• EXERCISE AIM
Where does the string "stmt" appear in the material? Copy each line that holds it.

• DATA RECORDS
━━━━━━━━━━━━━━━━━━━━
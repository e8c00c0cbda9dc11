//! Ranked lists: by rank or by score, checked list by list. The same reader serves the
//! import and `score --rankings` (lists scored from a file without importing them).

use std::collections::{HashMap, HashSet};

use rusqlite::{Transaction, params};

use super::{
    Fields, FileProgress, FileReport, RANKINGS, Source, id_set, input_error, parse, report,
};
use crate::core::fast_hash::{FastMap, FastSet};
use crate::study::Result;
use crate::study::csv_input::{ProblemLog, Table};
use crate::study::schema::list_json;

/// One row of a ranked list as read from the file.
struct RankedRow<'a> {
    line: u64,
    item: &'a str,
    rank: Option<u64>,
    score: Option<f64>,
}

/// One checked list: its ranker, context and (item, score) entries in rank order.
pub(crate) struct ParsedList<'a> {
    pub ranker: &'a str,
    pub context: &'a str,
    pub entries: Vec<(&'a str, Option<f64>)>,
}

/// What the reader does with ids the study does not have.
pub(crate) struct KnownIds<'k> {
    pub contexts: &'k dyn Fn(&str) -> bool,
    pub items: &'k dyn Fn(&str) -> bool,
    /// Import: an unknown id is a problem. Scoring from a file: a list of an unknown
    /// context is left out (and counted), an unknown item stays in its list, unjudged.
    pub refuse_unknown: bool,
}

/// Lists read from a file; `left_out` counts lists whose context the study lacks and
/// `left_out_contexts` those contexts (each once, however many rankers list it).
pub(crate) struct ReadLists<'a> {
    pub lists: Vec<ParsedList<'a>>,
    pub left_out: usize,
    pub left_out_contexts: usize,
}

/// Reads and checks every list of a rankings table: no item twice in a list, ranks 1..n
/// without gaps or repeats, scores finite; score-ordered lists rank higher scores first,
/// ties by item id ascending. Problems go to `log` with their line and column.
pub(crate) fn read_lists<'a>(
    table: &'a Table,
    known: &KnownIds,
    log: &mut ProblemLog,
) -> ReadLists<'a> {
    let has_rank = table.column("rank").is_some();
    let has_score = table.column("score").is_some();
    if !has_rank && !has_score {
        log.push(table.problem(
            1,
            table.header.len() + 1,
            "rankings need a rank or a score column",
        ));
        return ReadLists {
            lists: Vec::new(),
            left_out: 0,
            left_out_contexts: 0,
        };
    }
    // Lists in order of first appearance, found by (ranker, context); sorted at the end.
    let mut lists: Vec<((&str, &str), Vec<RankedRow>)> = Vec::new();
    let mut list_at: FastMap<(&str, &str), usize> = FastMap::default();
    let mut left_out: FastSet<(&str, &str)> = FastSet::default();
    for row in &table.rows {
        let f = Fields { table, row };
        let (Some(ranker), Some(context), Some(item)) = (
            f.required("ranker", log),
            f.required("context_id", log),
            f.required("item_id", log),
        ) else {
            continue;
        };
        if !(known.contexts)(context) {
            if known.refuse_unknown {
                log.push(f.problem(
                    "context_id",
                    format!("unknown context \"{context}\"; import it in contexts.csv first"),
                ));
                continue;
            }
            left_out.insert((ranker, context));
        }
        if known.refuse_unknown && !(known.items)(item) {
            log.push(f.problem(
                "item_id",
                format!("unknown item \"{item}\"; import it in items.csv first"),
            ));
            continue;
        }
        let rank = if has_rank {
            let text = f.text("rank").trim();
            match text.parse::<u64>() {
                Ok(r) if r >= 1 => Some(r),
                _ => {
                    log.push(f.problem(
                        "rank",
                        format!("rank must be a positive integer, got \"{text}\""),
                    ));
                    continue;
                }
            }
        } else {
            None
        };
        let score = if has_score {
            let text = f.text("score").trim();
            match text.parse::<f64>() {
                Ok(s) if s.is_finite() => Some(s),
                _ if has_rank && text.is_empty() => None,
                _ => {
                    log.push(f.problem("score", format!("score must be a number, got \"{text}\"")));
                    continue;
                }
            }
        } else {
            None
        };
        let at = *list_at.entry((ranker, context)).or_insert_with(|| {
            lists.push(((ranker, context), Vec::new()));
            lists.len() - 1
        });
        lists[at].1.push(RankedRow {
            line: row.line,
            item,
            rank,
            score,
        });
        if log.is_full() {
            break;
        }
    }
    lists.sort_unstable_by(|a, b| a.0.cmp(&b.0));
    let item_col = table.column("item_id").unwrap_or(0) + 1;
    let rank_col = table.column("rank").unwrap_or(0) + 1;
    let mut ordered = Vec::with_capacity(lists.len());
    let mut by_item: Vec<(&str, u64)> = Vec::new();
    for ((ranker, context), mut rows) in lists {
        // Repeats found by sorting a copy: lists are short, a hash set per list is not.
        by_item.clear();
        by_item.extend(rows.iter().map(|r| (r.item, r.line)));
        by_item.sort_unstable();
        for pair in by_item.windows(2) {
            if pair[0].0 == pair[1].0 {
                log.push(table.problem(
                    pair[1].1,
                    item_col,
                    format!("item \"{}\" appears twice in the list of ranker \"{ranker}\" for context \"{context}\" (first on line {})", pair[1].0, pair[0].1),
                ));
            }
        }
        if has_rank {
            rows.sort_by_key(|r| (r.rank, r.line));
            let mut repeated = false;
            for pair in rows.windows(2) {
                if pair[0].rank == pair[1].rank {
                    repeated = true;
                    log.push(table.problem(
                        pair[1].line,
                        rank_col,
                        format!("rank {} is used twice in the list of ranker \"{ranker}\" for context \"{context}\" (first on line {})", pair[1].rank.unwrap_or(0), pair[0].line),
                    ));
                }
            }
            if let Some((n, r)) = rows
                .iter()
                .enumerate()
                .find(|(n, r)| r.rank != Some(*n as u64 + 1))
                && !repeated
            {
                log.push(table.problem(
                    r.line,
                    rank_col,
                    format!("ranks must run 1, 2, 3… in each list; rank {} is missing in the list of ranker \"{ranker}\" for context \"{context}\"", n + 1),
                ));
            }
        } else {
            rows.sort_by(|a, b| {
                crate::core::stats::value_order(
                    b.score.unwrap_or(f64::NEG_INFINITY),
                    a.score.unwrap_or(f64::NEG_INFINITY),
                )
                .then_with(|| a.item.cmp(b.item))
            });
        }
        if left_out.contains(&(ranker, context)) {
            continue;
        }
        ordered.push(ParsedList {
            ranker,
            context,
            entries: rows.into_iter().map(|r| (r.item, r.score)).collect(),
        });
    }
    let left_out_contexts = left_out
        .iter()
        .map(|(_, context)| *context)
        .collect::<FastSet<&str>>()
        .len();
    ReadLists {
        lists: ordered,
        left_out: left_out.len(),
        left_out_contexts,
    }
}

pub(super) fn import_rankings(
    tx: &Transaction,
    src: &Source,
    progress: &mut FileProgress,
) -> Result<FileReport> {
    let table = parse(src, &RANKINGS)?;
    progress.total(table.rows.len() as u64);
    let contexts = id_set(tx, "SELECT context_id FROM contexts")?;
    let items = id_set(tx, "SELECT item_id FROM items")?;
    let mut log = ProblemLog::default();
    let known = KnownIds {
        contexts: &|c| contexts.contains(c),
        items: &|i| items.contains(i),
        refuse_unknown: true,
    };
    let read = read_lists(&table, &known, &mut log);
    log.into_result().map_err(input_error)?;

    let mut report = report(src, "rankings");
    let mut stored: HashMap<(String, String), (String, Option<String>)> = HashMap::new();
    {
        let mut stmt = tx.prepare("SELECT ranker, context_id, items, scores FROM ranked_lists")?;
        let mut rows = stmt.query([])?;
        while let Some(r) = rows.next()? {
            stored.insert((r.get(0)?, r.get(1)?), (r.get(2)?, r.get(3)?));
        }
    }
    let mut add_ranker = tx.prepare("INSERT OR IGNORE INTO rankers(ranker) VALUES (?1)")?;
    let mut upsert = tx.prepare(
        "INSERT INTO ranked_lists(ranker, context_id, items, scores) VALUES (?1, ?2, ?3, ?4)
         ON CONFLICT(ranker, context_id) DO UPDATE SET items = excluded.items, scores = excluded.scores",
    )?;
    let mut known_rankers: HashSet<&str> = HashSet::new();
    let mut ids: Vec<String> = Vec::new();
    let mut scores: Vec<Option<f64>> = Vec::new();
    for list in &read.lists {
        progress.rows(report.added + report.updated + report.unchanged);
        if known_rankers.insert(list.ranker) {
            add_ranker.execute([list.ranker])?;
        }
        ids.clear();
        scores.clear();
        for (item, score) in &list.entries {
            ids.push((*item).to_string());
            scores.push(*score);
        }
        let (items_json, scores_json) = list_json(&ids, &scores);
        let entries = list.entries.len() as u64;
        match stored.get(&(list.ranker.to_string(), list.context.to_string())) {
            Some((old_items, old_scores))
                if *old_items == items_json && *old_scores == scores_json =>
            {
                report.unchanged += entries;
                continue;
            }
            Some(_) => report.updated += entries,
            None => report.added += entries,
        }
        upsert.execute(params![list.ranker, list.context, items_json, scores_json])?;
    }
    Ok(report)
}
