/// Percentile bootstrap interval of the mean (Efron & Tibshirani 1993, §13.3):
/// resample the values with replacement `resamples` times.
pub fn bootstrap_mean(values: &[f64], resamples: usize, level: f64, seed: u64) -> Interval {
    bootstrap_means(&[values], resamples, level, seed)[0]
}

/// Above this many non-zero differences the randomization test samples sign flips
/// instead of enumerating all 2^n of them.
pub const EXACT_SIGN_FLIP_LIMIT: usize = 16;

/// Resamples are drawn in fixed blocks, each with its own seed, so results do not depend
/// on how many threads share the work.
const BLOCK: usize = 64;

/// Bootstrap resamples computed together in one pass over the data.
const BATCH: usize = 8;

fn block_seed(seed: u64, block: usize) -> u64 {
    seed ^ (block as u64)
        .wrapping_mul(0x9E37_79B9_7F4A_7C15)
        .rotate_left(17)
}

/// Runs `blocks` independent jobs on all cores and returns their results in block order.
fn par_blocks<T: Send>(blocks: usize, job: impl Fn(usize) -> T + Sync) -> Vec<T> {
    let threads = std::thread::available_parallelism()
        .map_or(1, |n| n.get())
        .min(blocks.max(1));
    if threads <= 1 {
        return (0..blocks).map(job).collect();
    }
    let job = &job;
    let mut results: Vec<(usize, T)> = std::thread::scope(|scope| {
        let handles: Vec<_> = (0..threads)
            .map(|t| {
                scope.spawn(move || {
                    (t..blocks)
                        .step_by(threads)
                        .map(|b| (b, job(b)))
                        .collect::<Vec<_>>()
                })
            })
            .collect();
        handles
            .into_iter()
            .flat_map(|h| h.join().expect("statistics thread panicked"))
            .collect()
    });
    results.sort_by_key(|(b, _)| *b);
    results.into_iter().map(|(_, r)| r).collect()
}

/// Two-sided paired randomization (sign-flip) test of mean difference zero
/// (Smucker, Allan & Carterette 2007). Exact when few differences are non-zero, else
/// Monte Carlo with `(count + 1) / (R + 1)` (Phipson & Smyth 2010).
pub fn randomization_test(diffs: &[f64], resamples: usize, seed: u64) -> f64 {
    let nonzero: Vec<f64> = diffs.iter().copied().filter(|d| *d != 0.0).collect();
    if nonzero.is_empty() {
        return 1.0;
    }
    let observed = nonzero.iter().sum::<f64>().abs();
    // Tolerance so that a flip reproducing the observed sum counts despite the different
    // order of summation.
    let threshold = observed - 1e-9 * (1.0 + observed);
    if nonzero.len() <= EXACT_SIGN_FLIP_LIMIT {
        let total = 1u64 << nonzero.len();
        let hits = (0..total)
            .filter(|mask| {
                let s: f64 = nonzero
                    .iter()
                    .enumerate()
                    .map(|(i, d)| if mask >> i & 1 == 1 { -d } else { *d })
                    .sum();
                s.abs() >= threshold
            })
            .count();
        return hits as f64 / total as f64;
    }
    // Each group of 8 differences has 256 possible signed sums; a random byte picks one,
    // so a resample costs n/8 table look-ups instead of n multiply-adds.
    let tables: Vec<[f64; 256]> = nonzero
        .chunks(8)
        .map(|group| {
            let mut table = [0.0; 256];
            for (mask, slot) in table.iter_mut().enumerate() {
                *slot = group
                    .iter()
                    .enumerate()
                    .map(|(i, d)| if mask >> i & 1 == 1 { -d } else { *d })
                    .sum();
            }
            table
        })
        .collect();
    let blocks = resamples.div_ceil(BLOCK);
    let hits: usize = par_blocks(blocks, |block| {
        let count = BLOCK.min(resamples - block * BLOCK);
        sign_flip_sums(&tables, count, block_seed(seed, block))
            .iter()
            .filter(|sum| sum.abs() >= threshold)
            .count()
    })
    .into_iter()
    .sum();
    (hits + 1) as f64 / (resamples + 1) as f64
}

/// The signed sums of `count` resamples drawn from one seed: resample r takes one
/// random word per eight tables, in order, and adds the entry each byte picks. The
/// words are drawn first, in that same order, so that the sums can then be built table
/// group by table group: each group's 16 KiB stays in cache for every resample of the
/// block instead of being fetched once per resample (each sum still adds its terms in
/// the same order, so the result is the same to the last bit).
fn sign_flip_sums(tables: &[[f64; 256]], count: usize, seed: u64) -> Vec<f64> {
    let mut rng = Rng::new(seed);
    let groups = tables.len().div_ceil(8);
    // words[g * count + r]: resample r's word for table group g.
    let mut words = vec![0u64; groups * count];
    for r in 0..count {
        for g in 0..groups {
            words[g * count + r] = rng.next_u64();
        }
    }
    let mut sums = vec![0.0; count];
    for (eight, column) in tables.chunks(8).zip(words.chunks_exact(count)) {
        for (sum, bits) in sums.iter_mut().zip(column) {
            for (j, table) in eight.iter().enumerate() {
                *sum += table[(bits >> (8 * j)) as usize & 0xFF];
            }
        }
    }
    sums
}

/// Percentile bootstrap intervals for the means of several series over the same
/// contexts, all from the same resampled contexts (one draw serves every series, and
/// paired differences stay paired). Every series must have the same length.
pub fn bootstrap_means(
    series: &[&[f64]],
    resamples: usize,
    level: f64,
    seed: u64,
) -> Vec<Interval> {
    let m = series.len();
    let n = series.first().map_or(0, |s| s.len());
    let means: Vec<f64> = series.iter().map(|s| mean(s)).collect();
    if n == 0 || resamples == 0 {
        return means
            .iter()
            .map(|&mean| Interval {
                mean,
                low: f64::NAN,
                high: f64::NAN,
            })
            .collect();
    }
    // Row-major copy: one resampled context adds one contiguous row.
    let mut rows = vec![0.0; n * m];
    for (j, s) in series.iter().enumerate() {
        assert_eq!(s.len(), n, "bootstrap series must have equal lengths");
        for (i, v) in s.iter().enumerate() {
            rows[i * m + j] = *v;
        }
    }
    let blocks = resamples.div_ceil(BLOCK);
    let per_block: Vec<Vec<f64>> = par_blocks(blocks, |block| {
        let count = BLOCK.min(resamples - block * BLOCK);
        resample_block(&rows, n, count, block_seed(seed, block))
    });
    let tail = (1.0 - level) / 2.0;
    (0..m)
        .map(|j| {
            let mut draws: Vec<f64> = per_block
                .iter()
                .flat_map(|b| b.chunks(m).map(move |r| r[j]))
                .collect();
            draws.sort_by(f64::total_cmp);
            Interval {
                mean: means[j],
                low: quantile_sorted(&draws, tail),
                high: quantile_sorted(&draws, 1.0 - tail),
            }
        })
        .collect()
}

/// `count` resampled means of every series from one seed: `rows` holds `n` contexts,
/// each a contiguous row of one value per series; the result holds one row of means
/// per resample.
fn resample_block(rows: &[f64], n: usize, count: usize, seed: u64) -> Vec<f64> {
    // A context is drawn at most n times per resample, so below 2^16 contexts two-byte
    // tallies suffice: half the memory, which keeps the tallies of a batch in the
    // core's own cache for studies of tens of thousands of contexts.
    match u16::try_from(n) {
        Ok(_) => resample_block_with::<u16>(rows, n, count, seed),
        Err(_) => resample_block_with::<u32>(rows, n, count, seed),
    }
}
━━━━━━━━━━━━━━━━━━━━
• SOLUTION TO THE PROBLEM
        let mut stmt = tx.prepare("SELECT ranker, context_id, items, scores FROM ranked_lists")?;
        let mut rows = stmt.query([])?;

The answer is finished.